Basically, it means using a brush that is lightly loaded and brushing whatever it is you're painting with a light hand. What happens is, raised surfaces pick up the paint and are highlighted whereas low areas are missed and tend to keep the base color you used.

The other technique which gets at the low points in a sculpture is to brush on a diluted paint, then immediately dab or wipe to remove the paint from the raised areas.

Here's a picture of a papier mache corpsed skull I just did for Spooky1 that used both techniques:


----------



## DaGhoulies (Oct 11, 2009)

Roxy, thank you for clearing that up for me. I will definately utilize that technique when I am painting my zom-b head and hands. I have already constructed a hand using the pen casings, wire hangers, latex and cotton balls method. I will get a pic of it and post it to this thread as well. Thank you again for the info and the GREAT example to look at!


----------



## DaGhoulies (Oct 11, 2009)

I just took these pics and uploaded them to the forums. I actually made this hand last year. It was my second home made project. The first was "Bloody Buck" my version of the corpsed blucky. I found the method for using latex, cotton, bic pen cases, pvc and wire hangers from the mosters list of halloween projects. I cant remember the link from Monster list. As I worked on the hand I discovered a method for creating veins from latex left overs and utilizing them in the hand. I probably could have added more veins but would have had to have been a little smarter about what I was doing. Im actually so slow that I just now figured out what I should have done to make more without relying on left over, dried latex.

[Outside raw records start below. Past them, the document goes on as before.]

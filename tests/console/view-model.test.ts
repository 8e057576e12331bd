import { describe, expect, it } from "vitest";
import { noteOfValue, texOfModule, viewOfValue } from "@/app/_console/render/view-model";

describe("viewOfValue", () => {
  it("shows an Experiment (a background sweep) as its text, with done/total", async () => {
    const { encodeValue } = await import("@/lib/notation/json");
    const j = encodeValue({
      type: "Experiment",
      id: "00000000-0000-4000-8000-000000000003",
      status: "queued",
      done: 0,
      total: 30,
      failures: 0,
    });
    const v = viewOfValue(j);
    expect(v.kind).toBe("text");
    if (v.kind === "text")
      expect(v.text).toMatch(/^experiment 00000000-0000-4000-8000-000000000003: queued, 0\/30 members done — runs in the background/);
  });

  it("turns a §9 BettiTable into a grid, truncated when incomplete", () => {
    // Betti numbers of S/<xy, yz> over k[x,y,z]: <xy, yz> = y·<x, z>, resolved by
    // 0 ← S ← S(−2)^2 ← S(−3) ← 0 (Eisenbud, The Geometry of Syzygies, 2005, Ch. 1).
    const v = viewOfValue({
      type: "BettiTable",
      text: "",
      entries: [
        [0, 0, 1],
        [1, 2, 2],
        [2, 3, 1],
      ],
      complete: false,
    });
    expect(v.kind).toBe("betti");
    if (v.kind !== "betti") return;
    expect(v.grid.rows.map((r) => r.cells)).toEqual([
      [1, null, null],
      [null, 2, 1],
    ]);
    expect(v.grid.totals).toEqual([1, 2, 1]);
    expect(v.grid.truncated).toBe(true);
  });

  it("a local ring is drawn localised at its point, not as the global ring (issue 16)", () => {
    const origin = viewOfValue({ type: "Ring", text: "", field: "Q", vars: ["x", "y"], ideal: ["y^2-x^3"], local: { at: ["0", "0"] } });
    expect(origin).toMatchObject({ kind: "tex" });
    if (origin.kind === "tex") expect(origin.tex).toMatch(/_\{\\mathfrak\{m\}_\{0\}\}$/);
    const point = viewOfValue({ type: "Ring", text: "", field: "Q", vars: ["x", "y"], ideal: [], local: { at: ["1/2", "3"] } });
    if (point.kind === "tex") expect(point.tex).toContain("\\mathfrak{m}_{(\\tfrac{1}{2}, 3)}");
  });

  it("typesets rings, ideals and a Series with its number of computed terms", () => {
    const ring = viewOfValue({ type: "Ring", text: "", field: "GF(32003)", vars: ["x", "y"], ideal: ["x*y"] });
    expect(ring).toEqual({ kind: "tex", tex: "\\mathbb{F}_{32003}[x, y] / \\left\\langle xy \\right\\rangle" });
    const s = viewOfValue({ type: "Series", text: "", coefficients: ["1", "2", "4"], rational: "1/(1-2*t)" });
    expect(s.kind).toBe("series");
    // issue 16: `checked` counts the terms beyond those the fit used; absent means none
    if (s.kind === "series")
      expect(s.note).toBe("guessed rational function (not a proof): it reproduces 0 computed terms beyond those it was fitted to");
    const checked = viewOfValue({ type: "Series", text: "", coefficients: ["1", "2", "4", "8"], rational: "1/(1-2*t)", checked: 2 });
    if (checked.kind === "series") expect(checked.note).toContain("reproduces 2 computed terms beyond");
    // the computed terms are shown, with the guess beside them
    if (s.kind === "series") expect(s.tex).toMatch(/^1 \+ 2 ?t \+ 4 ?t\^\{2\} \+ O.*\\qquad /);
    const none = viewOfValue({ type: "Series", text: "", coefficients: ["1", "2"], rational: null });
    expect(none).toMatchObject({ kind: "series", note: "2 terms computed; no rational function found that fits them" });
  });

  it("draws modules: 0, graded free modules with their twists, a cokernel with its generators' degrees", () => {
    const S = { type: "Ring", text: "Q[x, y]", field: "Q", vars: ["x", "y"], ideal: [] };
    expect(texOfModule([], [], S)).toBe("0");
    // R^[0, 1, 1] = R ⊕ R(−1)^2 (the twist R(−d) is generated in degree d; common practice)
    expect(texOfModule([[], [], []], [0, 1, 1], S)).toBe("\\mathbb{Q}[x, y] \\oplus \\mathbb{Q}[x, y](-1)^{2}");
    expect(texOfModule([["x", "y"]], [0], S)).toMatch(/^\\operatorname\{coker\} /);
    expect(texOfModule([["x"], ["y"]], [0, 1], S)).toMatch(/generators in degrees 0, 1/);
    const R = { ...S, text: "Q[x, y] / <x*y>", ideal: ["x*y"] };
    expect(texOfModule([[]], [2], R)).toMatch(/^\\left\(.*\\right\)\(-2\)$/);
  });

  it("a value's own warning is shown in words under it", () => {
    expect(noteOfValue({ type: "Int", text: "0 (…)", value: "0", note: "depth 1: computed after factoring out random forms" })).toBe(
      "depth 1: computed after factoring out random forms",
    );
    expect(noteOfValue({ type: "Int", text: "3", value: "3" })).toBeNull();
    expect(viewOfValue({ type: "Int", text: "0 (depth 1: …)", value: "0", note: "depth 1: …" })).toEqual({ kind: "text", text: "0" });
  });

  it("falls back to text for unknown types and malformed values", () => {
    expect(viewOfValue({ type: "Gadget", text: "a gadget" })).toEqual({ kind: "text", text: "a gadget" });
    expect(viewOfValue({ type: "Ideal", text: "<x>" })).toEqual({ kind: "text", text: "<x>" });
  });
});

Here are some pics of the hand.










veins and wrist bone are visible in this pic


----------



## Uruk-Hai (Nov 4, 2006)

Most excellent! The head and the hands both look great. The hand actually looks like the facehugger from Alien. Cool!


----------



## fick209 (Aug 31, 2009)

Great job, those hands rock!


----------



## DaGhoulies (Oct 11, 2009)

Thanks to you both! 

Now that I look at the hand, it does look like the alien facegrabber.


----------



## pyro (Oct 7, 2006)

a zombie alien facegrabber--na it looks great


----------



## cerinad (Jun 23, 2008)

That's looking pretty darn great! Nice work, and welcome to the forum.


----------



## DaGhoulies (Oct 11, 2009)

Thank you both! Everyone here is so kind. I have been looking at alot of the awesome props that are being made here and I think there is a great forum running here. I am happy to be here, in a dark way. :jol:


----------



## smileyface4u23 (Apr 1, 2008)

That hand is awesome!!! Hands are still something that I have problems with - your's looks great!


----------



## DaGhoulies (Oct 11, 2009)

Thanks Smiley! I think a big part of making the hand look right was wadding cotton and pinching it at the knuckle joints also using thin layers of latex to roll up and make the veins. Gotta remember those wrist bones as well! Mine was just a cotton ball that I didnt unroll.


----------